As mentioned before, the loss functions of the GAN are susceptible to hyperparameter choice and random initialization, which are not desirable. The WGAN remedies the problem by redefining the loss function with Wasserstein distance, which makes the training process stable and less sensitive to hyperparameter selection. The WGAN attempts to minimize an approximation of the intractable Wasserstein-1 distance, also called the earth mover distance, between the distribution of real and generated images. The approximation has requirements, including that the weights of a discriminator must be a K-Lipshitz function. In other words, the first derivative of the function is bounded everywhere to be less than a constant. The early version of the WGAN introduces a weight clipping within a closed interval $[-c,c]$, where c is a constant. But the constant c for weight clipping causes a vanishing gradient problem. Therefore, a novel approach was suggested, solving the problem by utilizing a gradient penalty to enforce the 1-Lipshitz constraint on the discriminator. The improved WGAN (WGAN-GP) allows the discriminator to learn more complex functions and reduces the vanishing and exploding gradient problem. Equations (12) and (13) represent the loss functions of the discriminator and generator, respectively.
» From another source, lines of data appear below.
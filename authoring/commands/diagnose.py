"""`diagnose`: which misunderstanding gives a value."""

from __future__ import annotations

import click

from authoring.atoms.species import Species
from authoring.commands.common import (
    convention_option,
    details_from,
    electron_word,
    json_option,
    practice_under,
    print_json,
)
from authoring.faults import UsageError
from authoring.marking.written import read_line
from authoring.papers.record import ascii_text
from authoring.shielding.quantity import Target, quantity
from authoring.shielding.solve import check_details, evaluate
from authoring.slips.arithmetic import plain_arithmetic
from authoring.slips.diagnose import explain, fits
from authoring.tasks.setting import must_have
from authoring.working.numbers import shown


@click.command("diagnose", context_settings={"ignore_unknown_options": True})
@click.argument("species")
@click.argument("electron")
@click.argument("value")
@click.option("--quantity", "name", default=None, help="The quantity; default: S or Z_eff, whichever is explained.")
@click.option("--with", "details", multiple=True, metavar="NAME=VALUE", help="What else the quantity takes.")
@convention_option
@json_option
def command(
    species: str,
    electron: str,
    value: str,
    name: str | None,
    details: tuple[str, ...],
    conventions: tuple[str, ...],
    as_json: bool,
) -> None:
    """Explain VALUE, as a candidate gave it for ELECTRON of SPECIES: every slip and pair of slips that leads to it.

    \b
    shieldwright diagnose V 4s 16.35
    """
    number = read_line(value).value
    if number is None:
        raise UsageError(f"{value[:40]!r} is not a number")
    practice = practice_under(conventions)
    names = [name] if name else ["screening constant", "effective nuclear charge"]
    found: list[tuple[str, str, str, tuple[str, ...], str]] = []
    for each in names:
        what = quantity(each)
        target = Target(
            what.name,
            Species.parse(species),
            electron_word(electron) if "electron" in what.takes else None,
            details_from(details),
        )
        check_details(target)
        must_have(target, practice)
        right = evaluate(target, practice)
        if fits(right, number, target):
            found.append((what.name, "right", shown(right), (), "the right value"))
        for one in explain(target, number, practice=practice):
            names_of = tuple(slip.name for slip in one.slips)
            found.append((what.name, "slip", one.shown, names_of, one.words))
        for other in plain_arithmetic(target, number, practice):
            found.append((what.name, "arithmetic", shown(number), (), other.words))
    found.sort(key=lambda row: ({"right": 0, "slip": 1, "arithmetic": 2}[row[1]], len(row[3])))
    _print(found, as_json)


def _print(found: list[tuple[str, str, str, tuple[str, ...], str]], as_json: bool) -> None:
    if as_json:
        print_json(
            [
                {"quantity": name, "slips": list(slips), "answer": ascii_text(answer), "explanation": words}
                for name, _, answer, slips, words in found
            ]
        )
        return
    if not found:
        click.echo("no slip, pair of slips or plain arithmetic explains this value; a person decides")
    for name, kind, answer, slips, words in found:
        title = " + ".join(slips) or kind
        click.echo(f"{title}  ({name} {answer})\n    {words}")
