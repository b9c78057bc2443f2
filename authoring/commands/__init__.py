"""Stage 9, the commands: one thin file each: arguments, one call, print, exit code."""
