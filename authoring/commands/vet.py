"""`vet`: everything wrong or weak about items and plans, before anyone sits them."""

from __future__ import annotations

import sys
from pathlib import Path

import click

from authoring.commands.common import json_option, print_json, progress_bar
from authoring.faults import Fault, ShieldwrightError, UsageError, render_faults
from authoring.papers.vet import Vetted, vetted_item, vetted_plan
from authoring.specs.shipped import located, shipped_names
from authoring.specs.yaml_tree import read_tree


@click.command("vet")
@click.argument("names", nargs=-1, required=True, metavar="ITEM-OR-PLAN...")
@json_option
def command(names: tuple[str, ...], as_json: bool) -> None:
    """Check items and plans: every variant of every item is solved.

    \b
    shieldwright vet my-item.yaml my-plan.yaml
    """
    results: list[Vetted] = []
    with progress_bar("vetting") as progress:
        for at, name in enumerate(names):
            results += vetted_file(name)
            progress(at + 1, len(names))
    findings = list(dict.fromkeys(finding for result in results for finding in result.findings))
    if as_json:
        print_json([result.data() for result in results])
    else:
        if findings:
            click.echo(render_faults(findings))
        for result in results:
            click.echo(result.words)
    sys.exit(1 if any(finding.severity == "fault" for finding in findings) else 0)


def vetted_file(name: str) -> list[Vetted]:
    """An item or a plan: its top key says which."""
    path = _located(name)
    try:
        data = read_tree(path).data
    except ShieldwrightError as error:
        return [Vetted(path.stem, 0, 0, tuple(getattr(error, "faults", (Fault("unreadable", error.message),))))]
    return vetted_plan(path) if isinstance(data, dict) and "plan" in data else [vetted_item(path)]


def _located(name: str) -> Path:
    if name in shipped_names("plans"):
        return located(name, "plans")
    try:
        return located(name, "items")
    except UsageError:
        return located(name, "plans")
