"""`set`: sheets, key and record for a roster or a number of copies."""

from __future__ import annotations

from collections.abc import Sequence
from pathlib import Path

import click

from authoring.commands.common import json_option, print_json, progress_bar
from authoring.faults import OutsideError, UsageError, render_faults
from authoring.marking.scripts import write_blank_form
from authoring.papers.assemble import PaperSet, assembled
from authoring.papers.chance import checked_seed, new_seed
from authoring.papers.folder import checked_target, whole_folder
from authoring.papers.questions import Terms
from authoring.papers.record_file import RECORD, pieces, read_drawn, used_variants
from authoring.press.publish import Published, publish
from authoring.specs.plan import Plan, read_plan
from authoring.specs.roster import Candidate, read_roster
from authoring.specs.shipped import located

MOST_COPIES = 20_000
REMINDER = (
    "The papers, key and set.json are assessment material: your institution's assessment and "
    "data-protection rules apply."
)


@click.command("set")
@click.argument("plan")
@click.option("--candidates", "roster", metavar="FILE", help="A CSV with a column `candidate` (name, needs, seat).")
@click.option("--copies", type=click.IntRange(1, MOST_COPIES), help="So many papers, without names.")
@click.option("--into", "into", required=True, metavar="FOLDER", help="The folder to write; it appears whole.")
@click.option("--seed", help="The same seed gives the same papers. Default: 128 random bits, kept in the record.")
@click.option("--replace", is_flag=True, help="Write a set anew over one that has no marks yet.")
@click.option("--split", is_flag=True, help="One PDF per candidate as well.")
@click.option("--allow-repeats", is_flag=True, help="More papers than there are different ones.")
@click.option("--time-limit", type=click.IntRange(1, 86_400), help="Seconds for TeX. Default: 600, or 0.6 a paper.")
@json_option
def command(
    plan: str,
    roster: str | None,
    copies: int | None,
    into: str,
    seed: str | None,
    replace: bool,
    split: bool,
    allow_repeats: bool,
    time_limit: int | None,
    as_json: bool,
) -> None:
    """Set the papers of PLAN (a path or a shipped name): sheets, key, record and blank script form.

    \b
    shieldwright set weekly-sheet --copies 4 --into first-set
    shieldwright set my-plan.yaml --candidates class.csv --into autumn-test
    """
    target = Path(into)
    checked_target(target, replace)
    candidates = _candidates(roster, copies)
    read = read_plan(located(plan, "plans"))
    made = _assembled(read, candidates, checked_seed(seed) if seed is not None else new_seed(), allow_repeats)
    with whole_folder(target, replace) as scratch:
        with scratch.joinpath(RECORD).open("w", encoding="utf-8") as file:
            file.writelines(pieces(made))
        scratch.joinpath("scripts.yaml").write_text(write_blank_form(*form_of(made)), encoding="utf-8")
        with progress_bar("printing") as progress:
            published = publish(made, scratch, split=split, progress=progress, time_limit=time_limit)
    _say(made, target, published, as_json)
    if published.missing:
        raise OutsideError(published.missing)


def _candidates(roster: str | None, copies: int | None) -> Sequence[Candidate | None]:
    if (roster is None) == (copies is None):
        raise UsageError("say for whom: --candidates FILE, or --copies NUMBER (one of them)")
    if roster is None:
        return [None] * (copies or 0)
    read = read_roster(Path(roster))
    if read.weaknesses:
        click.echo(render_faults(read.weaknesses), err=True)
    return read.candidates


def _assembled(plan: Plan, candidates: Sequence[Candidate | None], seed: str, allow_repeats: bool) -> PaperSet:
    apart: frozenset[tuple[str, tuple[tuple[str, str], ...]]] = frozenset()
    if plan.apart_from is not None:
        apart = used_variants(read_drawn(Path(plan.path).parent / plan.apart_from))
    with progress_bar("drawing and solving") as progress:
        return assembled(
            plan,
            Terms(plan.practice, plan.slips, plan.figures, new=True),
            seed,
            candidates,
            allow_repeats=allow_repeats,
            apart_from=apart,
            progress=progress,
        )


def form_of(made: PaperSet) -> tuple[list[tuple[str, list[str]]], dict[str, str]]:
    """What the blank script form needs: code and part labels of each paper, and candidate ids by code."""
    papers = [
        (
            paper.code,
            [f"{number}{part.label}" for number, question in enumerate(paper.questions, 1) for part in question.parts],
        )
        for paper in made.papers
    ]
    return papers, {paper.code: paper.candidate.id for paper in made.papers if paper.candidate}


def _say(made: PaperSet, target: Path, published: Published, as_json: bool) -> None:
    files = [*published.files, RECORD, "scripts.yaml"]
    if as_json:
        print_json(
            {
                "into": str(target),
                "papers": len(made.papers),
                "marks": made.papers[0].marks,
                "files": sorted(files),
                "codes": [paper.code for paper in made.papers],
            }
        )
        return
    plural = "s" if len(made.papers) != 1 else ""
    click.echo(f"{made.plan.title}: {len(made.papers)} paper{plural} of {made.papers[0].marks} marks in {target}")
    for name in sorted(files):
        click.echo(f"  {name}")
    click.echo(REMINDER)
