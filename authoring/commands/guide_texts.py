"""`guide`: the topics that no table in the program can say."""

FIRST_ITEM = """\
An item is one question: a YAML file. A whole one:

  item: The evening tank at Marrowgate
  level: first-year
  topics: [transition metals, screening]
  draw:
    metal: {block: d, period: 4, except: [Zn]}
    outer: {electron of: metal, shell: outermost}
  keep:
    - metal.unpaired > 0
  story: |
    The Marrowgate plant keeps its evening power in two tanks of dissolved
    {{ metal.name }}.
  parts:
    - calculate: screening constant
      of: metal
      electron: outer
      marks: 3
    - calculate: effective nuclear charge
      marks: 1

Check it with `shieldwright vet FILE`: every variant is drawn and solved. A part
that leaves `of` and `electron` out goes on with those of the part before it,
and with what that part worked out. `marks` keeps the weightiest steps of the
working; `scheme` replaces them by your own. Everything is read as text: `No`
and `Y` are elements, `3.250` keeps its zero.
"""

ITEM_TEXT = """\
Text of stories, wordings, captions and notes is a small Markdown:

  a blank line         a new paragraph
  *so*  **so**         emphasis, strong emphasis
  - one                a list (1. for a numbered one)
  `Fe3+` `3d6` `4s`    chemistry: species, subshells, configurations, formulas
  `[Ar] 3d6 4s2`       (with their charges and counts raised)
  $Z_{eff} = Z - S$    a formula: letters, numbers, _ and ^, \\frac{}{}, \\sqrt{},
                       \\times, Greek letters, units
  \\*                   the character itself

Raw TeX and HTML are plain text. Folded text (`>`) is refused, because a fault
in it could not be placed; use `|`.

Drawn values stand in double braces:

  {{ metal }}                 the species as chemistry
  {{ metal.name }}            its element's name
  {{ metal.name | a }}        with its article: an iron, a vanadium
  {{ metal.name | capital }}  at the start of a sentence
  {{ n | count("electron") }} 1 electron, 3 electrons
  {{ n | words }} {{ n | ordinal }} {{ x | lower }} {{ list | join("or") }}
  {% if metal.charge > 0 %}…{% else %}…{% endif %}

They do in `story`, `caution`, `notes`, the texts of parts, of tables (`given`)
and of the `figure`. In the `ask` of calculate, correct and select,
{{ rounding }} is how the answer is to be given (to 4 significant figures); a
wording of your own replaces the default with its sentence on rounding, so put
it in: `Give your answer {{ rounding }}.`

Lines under `keep` are conditions in the same language, and every one must hold
for a variant to exist: `metal.unpaired > 0`, `one != other`,
`metal.z < other.z and metal.block == "d"`. What a drawn species or electron has
(`metal.unpaired`) is listed at the end of `shieldwright guide item`.
"""

SETTING = """\
A plan lists the items of a paper. A whole one:

  plan: Weekly sheet 3
  course: Inorganic chemistry 1
  time: 40 minutes
  items: [marrowgate-evening-tank, my-item.yaml]
  conventions: {1s pair: 0.30}
  layout: {paper: A4, type: 11, space: normal}
  attach: [constants, periodic table]

`shieldwright set PLAN --copies 30 --into FOLDER` (or `--candidates roster.csv`,
with a column `candidate` and, if you like, `name`, `needs`, `seat`) writes
sheets and key as PDF, TeX and HTML, `set.json` (the private record) and
`scripts.yaml` (a blank form for marking). No two papers are alike while the
pools allow. The same seed gives the same papers; leave `--seed` out for a real
exam: a short seed can be guessed, the 128 random bits of the default cannot.
"""

SCRIPTS = """\
A script is what one candidate wrote, transcribed into the blank form that `set`
leaves in the set's folder:

  - paper: K7QDM
    1a: 0.35 + 11*0.85 + 10 = 19.70     # a line, or a list of lines
    1b: 3.30
    1c: 4s, because its effective charge is lower
  - paper: M3TXC
    1a: ok                              # exactly as the key
    1b: 4.15

Write lines as the candidate did: × x * ·, − -, ^ or superscripts, fractions
with /, chains of =, ≈ and →, decimal point or comma, units, configurations
(`[Ar] 3d3 4s2`, `1s²2s²2p²`), groups (`(1s)2(2s,2p)8`), orderings (`Na > Mg`),
a letter for a choice, words. `~~…~~` is crossed out and does not count. A part
that is left out, or empty, was not answered. A line that cannot be read is
reported at its place and left to a person.

A CSV of final answers does as well: a column `paper`, then one for each part.
"""

MARKING = """\
`shieldwright mark FOLDER scripts.yaml` judges every line on the candidate's own
earlier values: right under the course's practice earns its points (marked ft
where an earlier value was wrong); right under a slip names the slip and loses
the points it spoils; wrong arithmetic is said to be that; anything else is
*unexplained* and left to a person. `shieldwright mark FOLDER` without a file
asks for one paper after the other at the terminal. Everything goes into the
ledger in the set's folder; nothing in it is ever overwritten.

Proposed marks are proposals: a person confirms them, and your institution's
assessment and data-protection rules apply. Names never enter the ledger.
"""

JSON = """\
With --json the commands print (keys are stable; numbers are strings as printed,
with an ASCII minus):

  work       {species, electron, quantity, answer, unit,
              lines: [{quantity, statement, value, unit, point}]}
  tabulate   [{Z, species, charge, electron, <quantity>…}]
             (--csv: the same columns; electron only for quantities of one)
  diagnose   [{quantity, slips: [names], answer, explanation}], likeliest first
  vet        [{item, possible, sound,
               findings: [{code, severity, message, source}]}]
  set        {into, papers, marks, files, codes}
  mark       [{paper, candidate, part, awarded, out_of, certainty, slips,
               points: [{code, awarded, reason}]}]
  guide      {topic, text}; --schema prints a JSON Schema

set.json: {format, tool_version, plan, title, seed, conventions,
  papers: [{code, candidate, items: [{item, variables,
    parts: [{label, task, quantity, of, electron, with, targets, given, answer,
             unit, marks, points: [{code, line, mark, what}],
             slips: [{names, answer}]}]}]}],
  texts: {plan, items, slips}}
"""

ERRORS = """\
Faults are gathered and shown together, each at path:line:column with its source
line and a caret, and the nearest word where one is misspelt.

  0  clean
  1  the content has faults (an item, plan, roster, script or value)
  2  wrong usage, or something unreadable
  3  an outside program (TeX) is missing, failed or took too long
  130  stopped by Ctrl-C

A set's folder appears whole or not at all.
"""
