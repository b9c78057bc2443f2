"""`guide`: its topics. What the program's tables say is taken from them; only what they cannot say is written here."""

from __future__ import annotations

import textwrap
from collections.abc import Callable
from dataclasses import dataclass

from pydantic import BaseModel

from authoring.commands.guide_texts import ERRORS, FIRST_ITEM, ITEM_TEXT, JSON, MARKING, SCRIPTS, SETTING
from authoring.faults import ContentError
from authoring.shielding.practice import convention_fields, published
from authoring.shielding.quantity import quantities, quantity
from authoring.slips.catalogue import catalogue, shipped
from authoring.specs.drawn_names import HAS
from authoring.specs.draws import TELLING, SpeciesDraw
from authoring.specs.item import FigureFields, GivenTable, ItemFields
from authoring.specs.plan import LayoutFields, PlanFields, PlanItem
from authoring.specs.shipped import shipped_names
from authoring.tasks.fields import PartFields, SchemeEntry, TargetFields
from authoring.tasks.task import task, tasks
from authoring.working.text import to_text

WIDTH = 79


@dataclass(frozen=True, slots=True)
class Topic:
    """A topic: what it is about, its text, and (where it has entries) the text of one of them."""

    says: str
    text: Callable[[], str]
    entry: Callable[[str], str] | None = None


def topic(name: str, detail: str) -> str:
    """The text of a topic, or of one entry of it. Raises ContentError for an entry it does not have."""
    found = TOPICS[name]
    if not detail:
        return found.text()
    if found.entry is None:
        raise ContentError(f"the topic {name} has no entries; ask for it alone")
    return found.entry(detail)


def wrapped(text: str, indent: int = 0) -> str:
    """A paragraph within the terminal's width."""
    pad = " " * indent
    return textwrap.fill(text, WIDTH, initial_indent=pad, subsequent_indent=pad, break_on_hyphens=False)


def entries(rows: list[tuple[str, str]], indent: int = 2) -> str:
    """Names in a column, their descriptions beside them."""
    width = min(26, max((len(name) for name, _ in rows), default=0))
    pad = " " * (indent + width + 2)
    lines = []
    for name, says in rows:
        head = " " * indent + name.ljust(width) + "  "
        if len(name) > width:
            lines.append(" " * indent + name)
            head = pad
        lines.append(textwrap.fill(says, WIDTH, initial_indent=head, subsequent_indent=pad, break_on_hyphens=False))
    return "\n".join(lines)


def keys(model: type[BaseModel], without: type[BaseModel] | None = None) -> list[tuple[str, str]]:
    """The keys of a model with their descriptions; a mark says which must be there."""
    left_out = set(without.model_fields) if without else set()
    return [
        (field.alias or name, (field.description or "") + (" (needed)" if field.is_required() else ""))
        for name, field in model.model_fields.items()
        if name not in left_out
    ]


def quantities_text() -> str:
    """All quantities, a line each."""
    rows = [(each.name, each.says) for each in quantities().values()]
    return "Quantities (shieldwright guide quantity NAME):\n\n" + entries(rows)


def quantity_text(name: str) -> str:
    """One quantity."""
    what = quantity(name)
    points = [(rule.kind + (" ft" if rule.follow_through else ""), rule.what) for rule in what.points]
    rows = [
        ("symbol", to_text(what.symbol)),
        ("unit", what.unit or "none"),
        ("takes", ", ".join([*sorted(what.takes), *what.details]) or "a species"),
        ("also called", ", ".join(what.aliases) or "nothing else"),
        ("given", "to " + _rounding_words(what.rounding.places, what.rounding.figures) if what.numeric else "in words"),
        ("source", what.source),
    ]
    if what.units:
        rows.insert(2, ("units", ", ".join(what.units)))
    slips = ", ".join(slip.name for slip in shipped().touching(what.name)) or "none"
    return "\n".join(
        [
            wrapped(f"{what.name}: {what.says}"),
            "",
            entries(rows),
            "",
            "  Mark points of its line (ft: follow-through):",
            entries(points, 4),
            "",
            wrapped(f"Default wording: {what.ask}", 2),
            wrapped(f"Slips that touch it: {slips}", 2),
        ]
    )


def _rounding_words(places: int | None, figures: int | None) -> str:
    return f"{places} decimal places" if places is not None else f"{figures} significant figures"


def tasks_text() -> str:
    """All tasks, a line each, and what every part takes."""
    rows = [(each.name, each.says) for each in tasks().values()]
    return "\n".join(
        [
            "Tasks (shieldwright guide task NAME): a part is named by its command word.",
            "",
            entries(rows),
            "",
            "Every part takes:",
            entries(keys(PartFields)),
            "",
            "An entry of `scheme` has:",
            entries(keys(SchemeEntry)),
            "",
            wrapped("`either:` with a list of two or more parts lets the candidate answer one; their marks are equal."),
        ]
    )


def task_text(name: str) -> str:
    """One task: its own keys and an example."""
    found = task(name)
    base = TargetFields if issubclass(found.fields, TargetFields) else PartFields
    lines = [wrapped(f"{found.name}: {found.says}"), "", "  Its keys:", entries(keys(found.fields, base), 4)]
    if base is TargetFields:
        lines += ["", "  What says of which species, and how the answer is given:"]
        lines += [entries(keys(TargetFields, PartFields), 4)]
    lines += ["", "  Example:", textwrap.indent(found.example.rstrip(), "    ")]
    lines += ["", "  And what every part takes: shieldwright guide task"]
    return "\n".join(lines)


def slips_text() -> str:
    """All slips, with what the candidate did."""
    rows = [(slip.name, slip.did) for slip in catalogue().values()]
    return "Slips (shieldwright guide slip NAME): named misunderstandings.\n\n" + entries(rows)


def slip_text(name: str) -> str:
    """One slip."""
    slip = shipped().named(name)
    changes = ", ".join(f"{field} = {value}" for field, value in slip.changes)
    rows = [
        ("did", slip.did),
        ("tell", slip.tell),
        ("changes", changes),
        ("first alters", ", ".join(sorted(slip.first))),
        ("likelihood", f"{slip.likelihood} of 10 (an estimate)"),
        ("source", slip.source),
    ]
    return f"{slip.name}\n\n" + entries(rows)


def items_text() -> str:
    """The keys of an item, of its draws, tables and figure, and what texts see of a drawn value."""
    kinds: dict[type[BaseModel], str] = {SpeciesDraw: "species (no other key tells its kind)"}
    for key, model in TELLING.items():
        kinds.setdefault(model, f"with `{key}`")
    parts = [FIRST_ITEM, "Keys of an item:", entries(keys(ItemFields)), "", "`draw` binds names to what is drawn:"]
    for kind, told in kinds.items():
        summary = (kind.__doc__ or "").strip().splitlines()[0]
        parts += ["", wrapped(f"{told}: {summary}", 2), entries(keys(kind), 4)]
    parts += ["", "A table under `given`:", entries(keys(GivenTable)), "", "`figure`:", entries(keys(FigureFields))]
    species_has = ", ".join(HAS["species"])
    parts += ["", wrapped(f"In texts and conditions a drawn species has: {species_has}.")]
    parts += [wrapped("A drawn electron has: " + ", ".join(HAS["electron"]) + ".")]
    parts += ["", wrapped("Shipped items: " + ", ".join(shipped_names("items")) + ".")]
    return "\n".join(parts)


def plans_text() -> str:
    """The keys of a plan."""
    return "\n".join(
        [
            SETTING,
            "Keys of a plan:",
            entries(keys(PlanFields)),
            "",
            "An item with something fixed:",
            entries(keys(PlanItem)),
            "",
            "`layout`:",
            entries(keys(LayoutFields)),
            "",
            wrapped("Shipped plans: " + ", ".join(shipped_names("plans")) + "."),
        ]
    )


def conventions_text() -> str:
    """The words of conventions, their meaning and their published value."""
    standard = published()
    rows = []
    for words, field in convention_fields().items():
        value = getattr(standard, field.name)
        choices = field.metadata.get("choices")
        usual = "yes" if value is True else "no" if value is False else " ".join(map(str, value)) if isinstance(
            value, tuple
        ) else str(value)
        says = field.metadata["says"] + f" [{usual}]"
        rows.append((words, says + (f"; one of: {', '.join(choices)}" if choices else "")))
    rows.append(("n* for 7", "an effective quantum number that the published table lacks [none]"))
    head = "Conventions (a plan's `conventions:`; published value in brackets):\n\n"
    return head + entries(rows)


TOPICS = {
    "item": Topic("how an item is written: keys, draws, tables, figures", items_text),
    "text": Topic("stories and wordings: chemistry, formulas, {{ }}, filters", lambda: ITEM_TEXT),
    "task": Topic("what a part can ask", tasks_text, task_text),
    "quantity": Topic("what can be asked for, with sources and mark points", quantities_text, quantity_text),
    "slip": Topic("the named misunderstandings", slips_text, slip_text),
    "plan": Topic("how a plan is written, and how a set is made from it", plans_text),
    "convention": Topic("what a course may do otherwise", conventions_text),
    "script": Topic("how candidates' work is transcribed", lambda: SCRIPTS),
    "marking": Topic("how work is judged, and what the ledger keeps", lambda: MARKING),
    "json": Topic("the JSON of every command, and set.json", lambda: JSON),
    "errors": Topic("exit codes, and how faults are shown", lambda: ERRORS),
}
$$L_G^{WGAN\_GP}=-{\mathbb{E}}_{z\sim P\left(z\right)}\left[D\left(G\right(z\left)\right)\right]$$

(12)

$$L_D^{WGAN\_GP}={\mathbb{E}}_{x\sim P_{data}\left(x\right),z\sim P_z\left(z\right)}\left[D\left(\tilde{x}\right)-D\left(x\right)+\lambda {\left({\Vert {\nabla }_{\hat{x}}D\left(\hat{x}\right)\Vert }_2-1\right)}^2\right]$$

(13)

where $ϵ\sim U[0,1]$, $\tilde{x}=G\left(z\right)$, $\hat{x}=ϵx+(1-ϵ)\tilde{x}$.

2.7. Image Quality Assessment

It is widely recognized that the GANs lack an objective function, which makes it difficult to compare the performances of different models. There is no absolute standard to evaluate their performance yet, notwithstanding that several measures have been introduced [27]. Therefore, it is essential to select an adequate performance measure carefully. In this paper, we chose the structural similarity (SSIM) [28] index, which is a well-known image quality measure to derive the similarity between two images. It evaluates the similarity by predicting human perception similarity judgment by considering three independent quantities to yield an overall similarity measure between two non-negative images $\mathbf{a}$ and $\mathbf{b}$, luminance $l(\mathbf{a},\mathbf{b})$, contrast $c(\mathbf{a},\mathbf{b})$, and structure $s(\mathbf{a},\mathbf{b})$, as shown in Equation (14). Each quantity has a value within $[0,1]$ and has a high similarity when close to 1.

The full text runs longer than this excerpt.